Uterine prolapse is the condition of the uterus collapsing, falling down, or downward displacement of the uterus with relation to the vagina.[1] It is also defined as the bulging of the uterus into the vagina.[2]

 

Pelvic floor.jpg





When in proper alignment, the uterus and the adjacent structures are suspended in the proper position by the uterosacral, round, broad, and cardinal ligaments. The musculature of the pelvic floor forms a sling-like structure that supports the uterus, vagina, urinary bladder, and rectum.[2] Uterine prolapse is a result of pelvic floor relaxation or structural overstretching of the muscles of the pelvic wall and ligamentous structures.



Uterine prolapse is characterized under a more general classification called pelvic organ prolapse which encompasses descent of the anterior, middle and posterior structures into the vagina.[3]

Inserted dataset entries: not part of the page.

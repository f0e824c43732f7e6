import { describe, expect, it } from 'vitest';

import { sourceFiles } from './sourceFiles';

// Put together from pieces, so that this file passes its own check.
const joined = (...pieces: string[]) => pieces.join('');
const anyOf = (...words: string[]) => words.join('|');

const machinePath = new RegExp(`(?<![\\w.)}\`])/(${anyOf(joined('wo', 'rk'), joined('fa', 'rm'), joined('ro', 'ot'), joined('ho', 'me'), joined('tm', 'p'))})/`);
const registryHost = new RegExp(anyOf(joined('npm', 'js\\.(org|com)'), joined('yarn', 'pkg\\.com'), joined('py', 'pi\\.org'), joined('deb', '\\.debian\\.org'), joined('node', 'source\\.com')));
const unfinished = new RegExp(`\\b(${anyOf(joined('TO', 'DO'), joined('FIX', 'ME'), joined('XX', 'X'), joined('HA', 'CK'))})\\b|${joined('not', ' implemented')}|${joined('coming', ' soon')}|${joined('lorem', ' ipsum')}`);
const switchedOff = new RegExp(`\\b(it|test|describe|suite)\\.(${anyOf(joined('on', 'ly'), joined('sk', 'ip'), joined('to', 'do'), joined('fix', 'me'))})\\b`);
const fixedWait = new RegExp(joined('waitFor', 'Timeout'));

function hits(pattern: RegExp, files: RegExp): string[] {
  return sourceFiles(files).flatMap(({ path, text }) =>
    text.split('\n').flatMap((line, i) => (pattern.test(line) ? [`${path}:${String(i + 1)}: ${line.trim().slice(0, 120)}`] : [])),
  );
}

const everything = /./;
const notTheLock = /^(?!package-lock\.json$)/;

describe('the text of the project', () => {
  it('names no path of one machine', () => {
    expect(hits(machinePath, everything)).toEqual([]);
  });

  it('names no package registry', () => {
    expect(hits(registryHost, everything)).toEqual([]);
  });

  it('has no mark of unfinished work', () => {
    expect(hits(unfinished, notTheLock)).toEqual([]);
  });

  it('switches no test off and waits no fixed time in one', () => {
    expect(hits(switchedOff, /^tests\//)).toEqual([]);
    expect(hits(fixedWait, /^tests\//)).toEqual([]);
  });
});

  • Those organs that bulge anterior into the vagina are the urinary bladder which is called a cystocele, the urethra which is called a urthrocele or a combination which is a cystourethrocele.[2],[3]
  • The uterus and the vaginal vault, which is the apex of the vagina that can prolapse after a hysterectomy, make up the organs that constitute the middle portion descent into the vagina.[3]
  • The rectal buldge is called a rectocele and a bulge of part of the intestine and peritoneum are called a enterocele, these make up the posterior portion of pelvic organ prolapse.[2],[3] The information from this point forward will focus on uterine prolapse.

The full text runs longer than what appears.